McKay assumes the news between K Street and Chicago/New York could travel through microwaves network, as shown below. For McKay’s own state of the art network, the distance between K Street and Aurora is 624 miles, and the distance between K Street and Nasdaq is 188 miles, so a message from DC should arrive in Chicago 2.34ms after arriving in New York rather than Virtu’s 2.1ms:

A subset of FCC frequency applications identified by McKay Brothers as probable networks
A subset of FCC frequency applications identified by McKay Brothers as probable networks (© Stéphane Tyc/McKay Brothers)
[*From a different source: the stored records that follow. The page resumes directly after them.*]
/* test_metrics.c: unit tests of the Prometheus exposition text and of the HTTP server (MET_). */
#include "livepage.h"
#include "metrics.h"

#include <arpa/inet.h>
#include <criterion/criterion.h>
#include <math.h>
#include <netinet/in.h>
#include <poll.h>
#include <stdio.h>
#include <string.h>
#include <sys/socket.h>
#include <time.h>
#include <unistd.h>

static double mono(void)
{
  struct timespec ts;
  clock_gettime(CLOCK_MONOTONIC, &ts);
  return (double)ts.tv_sec + ts.tv_nsec * 1e-9;
}

static MET_Snapshot snap; /* large: static */
static char text[MET_BODY_MAX];

static void fill(MET_Snapshot *s)
{
  MET_SnapshotInit(s);
  snprintf(s->machine, sizeof s->machine, "sg4");
  snprintf(s->job, sizeof s->job, "plate-1200");
  snprintf(s->wheel, sizeof s->wheel, "cx60-vitrified");
  snprintf(s->version, sizeof s->version, "0.1.0");
  s->connected = 1;
  s->net_power_w = 5321.5;
  s->last_pass = 12;
  s->aggressiveness = 9.75;
  s->specific_energy_j_m3 = 22.1e9;
  s->passes_total = 12;
  s->alerts_total[CND_LOW_AGGR] = 1;
  s->active[CND_LOW_AGGR] = 1;
  s->modbus.requests = 3456;
  s->mqtt_enabled = 1;
  s->mqtt.dropped_passes = 4;
}

/* The exposition format 0.0.4 (Prometheus documentation, "Exposition formats",
 * from memory): each metric family has one TYPE line before its samples; the
 * naming practice asks counters to end in _total and names to carry base
 * units. promtool checks the same in tests/plant/test_http.py. */
Test(format, every_sample_has_help_and_type_before_it)
{
  fill(&snap);
  long n = MET_FormatMetrics(&snap, 0.0, text, sizeof text);
  cr_assert_gt(n, 0);
  cr_assert_eq((size_t)n, strlen(text));
  char type_of[64] = "", help_of[64] = "", kind[16] = "";
  int samples = 0;
  for (char *line = strtok(text, "\n"); line; line = strtok(NULL, "\n")) {
    char name[64];
    if (sscanf(line, "# HELP %63s", name) == 1) {
      snprintf(help_of, sizeof help_of, "%s", name);
      continue;
    }
    if (sscanf(line, "# TYPE %63s %15s", name, kind) == 2) {
      cr_assert_str_eq(name, help_of, "TYPE of %s without its HELP", name);
      snprintf(type_of, sizeof type_of, "%s", name);
      continue;
    }
    size_t len = strcspn(line, "{ ");
    cr_assert_lt(len, sizeof name);
    memcpy(name, line, len);
    name[len] = '\0';
    cr_assert_str_eq(name, type_of, "sample of %s outside its family", name);
    cr_assert(strstr(line, "{machine=\"sg4\"") == line + len, "no machine label: %s", line);
    size_t nl = strlen(name);
    int total = nl > 6 && strcmp(name + nl - 6, "_total") == 0;
    cr_assert_eq(total, strcmp(kind, "counter") == 0, "%s: counters and only counters end in _total", name);
    samples++;
  }
  cr_assert_gt(samples, 40);
}

Test(format, values_units_and_labels)
{
  fill(&snap);
  cr_assert_gt(MET_FormatMetrics(&snap, 0.0, text, sizeof text), 0);
  cr_assert(strstr(text, "gritline_net_power_watts{machine=\"sg4\"} 5321.5\n"));
  cr_assert(strstr(text, "gritline_last_pass_specific_energy_joules_per_cubic_meter{machine=\"sg4\"} 2.21e+10\n"));
  cr_assert(strstr(text, "gritline_alerts_total{machine=\"sg4\",kind=\"low_aggressiveness\"} 1\n"));
  cr_assert(strstr(text, "gritline_alerts_total{machine=\"sg4\",kind=\"burn_risk\"} 0\n"));
  cr_assert(strstr(text, "gritline_condition_active{machine=\"sg4\",kind=\"low_aggressiveness\"} 1\n"));
  cr_assert(strstr(text, "gritline_modbus_requests_total{machine=\"sg4\"} 3456\n"));
  cr_assert(strstr(text, "gritline_mqtt_messages_dropped_total{machine=\"sg4\",class=\"pass\"} 4\n"));
  cr_assert(strstr(text, "gritline_info{machine=\"sg4\",version=\"0.1.0\",job=\"plate-1200\",wheel=\"cx60-vitrified\"} 1\n"));
  /* Unknown values are NaN (Go's ParseFloat syntax, which Prometheus reads). */
  cr_assert(strstr(text, "gritline_last_pass_burn_ratio{machine=\"sg4\"} NaN\n"));
  snap.mqtt_enabled = 0;
  cr_assert_gt(MET_FormatMetrics(&snap, 0.0, text, sizeof text), 0);
  cr_assert_null(strstr(text, "gritline_mqtt_"), "no MQTT series when MQTT is off");
}

Test(format, label_values_are_escaped)
{
  fill(&snap);
  snprintf(snap.job, sizeof snap.job, "a\"b\\c\nd");
  snap.net_power_w = INFINITY;
  cr_assert_gt(MET_FormatMetrics(&snap, 0.0, text, sizeof text), 0);
  cr_assert(strstr(text, "job=\"a\\\"b\\\\c\\nd\""), "%s", text);
  cr_assert(strstr(text, "gritline_net_power_watts{machine=\"sg4\"} +Inf\n"));
}

Test(format, sample_age_grows_after_the_snapshot)
{
  fill(&snap);
  snap.taken = 100.0;
  snap.last_sample_age_s = 1.5;
  cr_assert_gt(MET_FormatMetrics(&snap, 103.0, text, sizeof text), 0);
  cr_assert(strstr(text, "gritline_last_sample_age_seconds{machine=\"sg4\"} 4.5\n"));
}

Test(format, too_small_a_buffer_is_refused)
{
  fill(&snap);
  char small[512];
  cr_assert_eq(MET_FormatMetrics(&snap, 0.0, small, sizeof small), -1);
}

Test(page, fits_and_loads_nothing_from_elsewhere)
{
  static char page[LVP_PAGE_MAX];
  long n = LVP_Write(page, sizeof page);
  cr_assert_gt(n, 1000);
  cr_assert(strncmp(page, "<!DOCTYPE html>", 15) == 0);
  cr_assert(strstr(page, "/status.json"));
  cr_assert_null(strstr(page, "http://"));
  cr_assert_null(strstr(page, "https://"));
  cr_assert_null(strstr(page, "src="), "no external script or image");
  cr_assert_eq(LVP_Write(page, 100), -1);
}

/* ---- the server, over a real socket on 127.0.0.1 ---- */

/* One HTTP/1.1 request (RFC 9112: request line, Host, an empty line); returns the status code. */
static int request(unsigned port, const char *method, const char *path, char *reply, size_t size)
{
  int fd = socket(AF_INET, SOCK_STREAM, 0);
  struct sockaddr_in sa = {.sin_family = AF_INET, .sin_port = htons((uint16_t)port)};
  sa.sin_addr.s_addr = htonl(INADDR_LOOPBACK);
  cr_assert_eq(connect(fd, (struct sockaddr *)&sa, sizeof sa), 0);
  char req[256];
  const char *body = strcmp(method, "POST") == 0 ? "hello" : "";
  int n = snprintf(req, sizeof req, "%s %s HTTP/1.1\r\nHost: 127.0.0.1\r\nConnection: close\r\nContent-Length: %zu\r\n\r\n%s",
                   method, path, strlen(body), body);
  cr_assert_eq(write(fd, req, (size_t)n), n);
  size_t used = 0;
  for (;;) {
    struct pollfd p = {fd, POLLIN, 0};
    cr_assert_gt(poll(&p, 1, 5000), 0, "no answer within 5 s");
    ssize_t r = read(fd, reply + used, size - 1 - used);
    if (r <= 0)
      break;
    used += (size_t)r;
  }
  reply[used] = '\0';
  close(fd);
  int code = 0;
  sscanf(reply, "HTTP/1.1 %d", &code);
  return code;
}

static char reply[MET_BODY_MAX + 4096];

Test(server, answers_get_only)
{
  MET_Config cfg = {"127.0.0.1", 0};
  char err[256];
  MET_Server *m = MET_Start(&cfg, err, sizeof err);
  cr_assert_not_null(m, "%s", err);
  unsigned port = MET_Port(m);
  cr_assert_gt(port, 0);
  /* Before the first snapshot there is no status to give. */
  cr_assert_eq(request(port, "GET", "/status.json", reply, sizeof reply), 503);
  fill(&snap);
  snap.status_len = (long)strlen("{\"machine\":\"sg4\"}");
  memcpy(snap.status_json, "{\"machine\":\"sg4\"}", (size_t)snap.status_len);
  MET_Publish(m, &snap);
  cr_assert_eq(request(port, "GET", "/status.json", reply, sizeof reply), 200);
  cr_assert(strstr(reply, "\r\n\r\n{\"machine\":\"sg4\"}"));
  cr_assert(strstr(reply, "Content-Type: application/json"));
  cr_assert_eq(request(port, "GET", "/metrics", reply, sizeof reply), 200);
  cr_assert(strstr(reply, "Content-Type: text/plain; version=0.0.4"));
  cr_assert(strstr(reply, "gritline_passes_total{machine=\"sg4\"} 12\n"));
  cr_assert_eq(request(port, "GET", "/", reply, sizeof reply), 200);
  cr_assert(strstr(reply, "<!DOCTYPE html>"));
  cr_assert(strstr(reply, "Content-Security-Policy: default-src 'none'"));
  /* RFC 9110, 15.5.6: a 405 carries Allow with the methods the resource takes. */
  const char *methods[] = {"POST", "PUT", "DELETE", "PATCH", "OPTIONS"};
  for (size_t i = 0; i < sizeof methods / sizeof methods[0]; i++) {
    cr_assert_eq(request(port, methods[i], "/metrics", reply, sizeof reply), 405, "%s", methods[i]);
    cr_assert(strstr(reply, "Allow: GET"));
  }
  cr_assert_eq(request(port, "GET", "/nothing", reply, sizeof reply), 404);
  unsigned long long served, refused;
  MET_Requests(m, &served, &refused);
  cr_assert_eq(served, 3);
  cr_assert_eq(refused, 7);
  MET_Stop(m);
}

/* Clients that connect and never finish their request must not hold up the
 * poll loop: MET_Publish only takes the mutex, never waits for a client. */
Test(server, slow_clients_never_block_publish)
{
  MET_Config cfg = {"127.0.0.1", 0};
  char err[256];
  MET_Server *m = MET_Start(&cfg, err, sizeof err);
  cr_assert_not_null(m, "%s", err);
  int fds[MET_CONNECTIONS + 4];
  for (size_t i = 0; i < sizeof fds / sizeof fds[0]; i++) {
    fds[i] = socket(AF_INET, SOCK_STREAM, 0);
    struct sockaddr_in sa = {.sin_family = AF_INET, .sin_port = htons((uint16_t)MET_Port(m))};
    sa.sin_addr.s_addr = htonl(INADDR_LOOPBACK);
    cr_assert_eq(connect(fds[i], (struct sockaddr *)&sa, sizeof sa), 0);
    cr_assert_eq(write(fds[i], "GET /met", 8), 8); /* and nothing more */
  }
  fill(&snap);
  double worst = 0.0;
  for (int i = 0; i < 200; i++) {
    double t0 = mono();
    MET_Publish(m, &snap);
    double dt = mono() - t0;
    if (dt > worst)
      worst = dt;
  }
  cr_assert_lt(worst, 0.05, "MET_Publish took %.3f s", worst);
  for (size_t i = 0; i < sizeof fds / sizeof fds[0]; i++)
    close(fds[i]);
  MET_Stop(m);
}

Test(server, refuses_a_name_or_a_busy_port)
{
  char err[256];
  MET_Config name = {"localhost", 0};
  cr_assert_null(MET_Start(&name, err, sizeof err));
  cr_assert(strstr(err, "[metrics] listen"), "%s", err);
  MET_Config any = {"127.0.0.1", 0};
  MET_Server *m = MET_Start(&any, err, sizeof err);
  cr_assert_not_null(m, "%s", err);
  MET_Config same = {"127.0.0.1", MET_Port(m)};
  cr_assert_null(MET_Start(&same, err, sizeof err));
  cr_assert(strstr(err, "cannot listen on 127.0.0.1 port"), "%s", err);
  MET_Stop(m);
}
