def test_ties_split_evenly_above_the_floor():
    """Before any data every participant's arms tie under Bayes-UCB at t = 1 (level 0): the table
    is uniform; a tie between two of three greedy arms splits (1 - 3 p_min) evenly."""
    design = parse_design(THREE)
    pol = make_policy(design.policy("o-ucb"), design, truth=object())
    pol.start(np.zeros((2, 0)))
    assert np.allclose(pol.probabilities(_batch([0, 1], 1), np.random.default_rng(0)), 1 / 3)
    tie = _three_design(arm_means=(0.3, 0.3, -0.2))
    pol = make_policy(tie.policy("o-greedy"), tie, truth=object())
    pol.start(np.zeros((1, 0)))
    p = pol.probabilities(_batch([0], 1), np.random.default_rng(0))[0]
    assert np.allclose(p, [0.02 + 0.47, 0.02 + 0.47, 0.02])


@pytest.mark.parametrize("name", ["greedy", "ucb", "tempered", "kg", "ts"])
def test_pooled_rules_are_uniform_before_any_data(name):
    """Before any reward the pooled posterior is the prior, the same for every arm (one beta_sd,
    one tau_scale: the arms are exchangeable a priori, so by symmetry every index ties): every
    participant gets the uniform table, not a ranking of the arms by the Monte Carlo chance of a
    few prior draws of the heterogeneity scales (which sent a whole first cohort to one arm)."""
    design = parse_design(THREE)
    pol = make_policy(design.policy(name), design, truth=object())
    pol.start(np.zeros((5, 0)))
    for seed in range(3):
        p = pol.probabilities(_batch(np.arange(5), 1), np.random.default_rng(seed))
        assert np.allclose(p, 1 / 3, atol=1e-12), p


def test_bad_floor_and_bad_bayes_optimal_design_raise_design_errors():
    """p_min above 1/K and bayes-optimal with three arms are refused with the key path named."""
    bad = THREE + '[policies.wide]\nkind = "pooled-greedy"\np_min = 0.4\n'
    design = parse_design(bad)
    with pytest.raises(DesignError, match=r"policies\.wide\.p_min: expected at most 1/K = 0\.3333"):
        make_policy(design.policy("wide"), design)
    bo = THREE + '[policies.limit]\nkind = "bayes-optimal"\n'
    design = parse_design(bo)
    with pytest.raises(DesignError, match=r"policies\.limit\.kind: .*exactly 2 arms; the design has 3"):
        make_policy(design.policy("limit"), design, truth=object())


# -- Bayes-optimal ----------------------------------------------------------------------
def _two_arm_value_t2(mu, sd, noise):
    """T = 2 by direct integration (scipy.integrate.quad): pull k first, then the larger posterior mean."""
    best = -np.inf
    for k in (0, 1):
        v = sd[k] ** 2
        s = v / np.sqrt(v + noise**2)
        other = mu[1 - k]
        second = integrate.quad(lambda x: max(mu[k] + s * x, other) * stats.norm.pdf(x), -12, 12)[0]
        best = max(best, mu[k] + second)
    return best


def test_bayes_optimal_small_horizons_match_direct_integration():
    """T = 1: regret E[max] - max(mu) (closed form of the maximum of two normals); T = 2: the value
    of the best first pull by scipy quadrature. Tolerance 1e-4: the grid (2001 points) and the
    sampled normal kernel are second-order accurate; the grid-halving test below bounds them."""
    mu, sd, noise = (0.0, 0.3), (0.5, 0.4), 1.0
    s = np.hypot(*sd)
    delta = mu[0] - mu[1]
    e_max = mu[1] + delta * stats.norm.cdf(delta / s) + s * stats.norm.pdf(delta / s)
    assert solve_two_arm(1, mu, sd, noise).regret(mu) == pytest.approx(e_max - max(mu), abs=1e-9)
    assert solve_two_arm(2, mu, sd, noise).value(mu) == pytest.approx(_two_arm_value_t2(mu, sd, noise), abs=1e-4)


def test_bayes_optimal_grid_convergence():
    """Halving the grid step moves the 21-step Bayes regret by less than 1e-3 (0.05% of it)."""
    a = solve_two_arm(21, (0.0, 0.3), (0.5, 0.5), 1.0, grid=1001).regret((0.0, 0.3))
    b = solve_two_arm(21, (0.0, 0.3), (0.5, 0.5), 1.0).regret((0.0, 0.3))
    assert abs(a - b) < 1e-3


#: Scenario A2 (two arms, means (0, 0.3), heterogeneity 0.5, horizon 21) of
#: poolbandit.simulation.scenarios.pooling_scenario with these policies.
TWO_ARM_POLICIES = {
    "limit": {"kind": "bayes-optimal"},
    "kg-lookahead": {"kind": "oracle-prior-knowledge-gradient", "lookahead": 40},
    "pooled-greedy": {"kind": "pooled-greedy"},
}
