def run_sweep(config: str | os.PathLike | Mapping | Config, out: str | os.PathLike | None = None, *,
              jobs: int | None = None, backend: str = "loky", scheduler: str | None = None,
              overrides: Sequence[str] = (), progress: bool = False, plots: bool = True,
              timeout_s: float = PREFLIGHT_TIMEOUT_S, vary: Mapping[str, Sequence] | Sequence[str] | None = None,
              combine: str | None = None) -> SweepResult:
    """Run the sweep in a config's [sweep] table (or given by ``vary``), in parallel, resumable.

    Parameters
    ----------
    config : path of a TOML file, a config dict, or a Config from :func:`ampmodel.load_config`
    out : output folder (default ``runs/<config stem>-sweep``); started again on the same folder,
        only the points it lacks are computed
    jobs : worker processes (default: every core); with the dask backend and no scheduler, the
        workers of the LocalCluster
    backend : "loky" (processes on this machine) or "dask" (a dask.distributed cluster)
    scheduler : address ``tcp://host:port`` of a running dask scheduler (implies backend "dask");
        None with backend "dask": a LocalCluster on 127.0.0.1
    overrides : ``PATH=VALUE`` strings applied to the config first, like ``--set``
    progress : show a progress bar (count, time left) on stderr
    plots : write ``plots/*.png`` (each summary scalar against the swept values)
    timeout_s : how long the dask pre-flight check waits for the scheduler and workers
    vary : the swept value paths and their values, ``{"seed.energy_J": [0.001, 0.01]}`` or
        ``["seed.energy_J=0.001,0.01"]`` (``--vary``), in place of those of the config's [sweep] table
        (its ``combine`` and ``figures`` are kept); a config without [sweep] takes them too. A folder
        started with ``vary`` resumes only with the same values and ``combine``.
    combine : "grid" or "zip" (``--combine``), in place of the table's (default "grid")

    Returns
    -------
    SweepResult
        ``summaries[i]`` is point i's summary.json dict; ``computed`` the points this call ran.

    Raises
    ------
    ConfigError : bad input (also a config without [sweep] and no ``vary``); FolderError : ``out``
    holds another config's sweep (or another ``vary``, or is not a sweep folder, or is in use);
    BackendError : the dask cluster cannot be used. Nothing is written in these cases.
    """
    if scheduler and backend == "loky":
        backend = "dask"
    base, table = load_with_table(config, overrides, "sweep",
                                  '[sweep] "seed.energy_J" = [0.001, 0.01] (README: Sweeps), or give the '
                                  f'values on the command line: {VARY_EXAMPLE}', vary=vary, combine=combine)
    notes = []
    replaced = own_sweep_paths(config) if vary is not None else []
    if replaced:
        notes.append(f"--vary replaces the value paths of the config's [sweep] table ({', '.join(replaced)}); "
                     "its combine and figures are kept")
    paths, values = sweep_points(table)
    out = Path(out) if out is not None else default_folder(base, "sweep")
    combine = table.get("combine", "grid")
    figures = list(table.get("figures", []))
    named = [(f"sweep.figures[{j}] = {path}", path) for j, path in enumerate(figures)]
    problems = [f"{base.source}: {label}: {problem}" for label, path in named
                if (problem := check_before_run(path, base))]
    if problems:
        raise ConfigError(problems)

    def finish(result: SweepResult) -> None:
        result.figures = figures
        result.notes[:0] = notes
        if plots:
            from ampmodel.plots.sweep import plot_sweep
            shown = dataclasses.replace(result, summaries=with_figures(result.summaries, figures))
            result.plots = plot_sweep(shown, combine, out / "plots", limits=base.limits)
        write_report_keeping_results(out)   # after the plots: it embeds them

    return run_points("sweep", base, paths, values, out, backend=backend, jobs=jobs, scheduler=scheduler,
                      progress=progress, timeout_s=timeout_s, table_stem="sweep",
                      table_attrs={"combine": combine}, manifest_table=table, finish=finish, derived=(REPORT,),
                      first_check=figure_check(named, base.source) if named else None,
                      command_line=vary_record(table) if vary is not None else None)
The first results of the McKay study show the trades on the gold ETF with most trading activity taking place on the same nanosecond timestamp, 14:00:00:00033613, and on SPY, which shows 155 trades time-stamped 14:00:00:000390009:

Nevertheless, due to technical reasons, those observations still could be consistent with a lockup release in Washington. McKay makes a distinction between a lockup news release, where information is locked-up in a room before 2 pm, and national embargo news release, where information is pre-loaded in various location and then released at 2PM at these locations. In order to have a more precise picture, McKay recovered microsecond timestamps in the markets’ clocks from their own inputs). They obtain the following results:

Capture d’écran 2013-12-03 à 15.04.46

McKay concludes the Fed/FOMC announcement did not occur in DC; it was not a lockup release but an embargo release. Information was already in New York and Chicago before 2 pm. This confirms Nanex data with a more precise granularity, and is consistent with the statement made by the FIA PTG on October 2, 2013: “Starting in March, accredited media agencies have been given Federal Reserve policy statements in advance under embargo (as opposed to lock-up, as was the case prior to March). […] Since multiple media agencies have distribution points in Chicago and New York, the simultaneous release of the Fed announcement last week at 2:00 pm ET sharp in Chicago and New York (and simultaneous moves in those markets) should have been expected“.

Conclusion: the main issue is not raw data feeds versus SIP data, or microwave network versus optic fibers, etc., but the lack of clarity from the Fed about the news releases. Several reporters who disseminated Nanex’s findings were contacted by the Fed after Nanex uncovered the Great Fed Robbery, and we would be very interested to learn what the Fed told them. We would be happy if the Fed could explain publicly and precisely how the release of news works. Increased transparency would make the financial world a better place.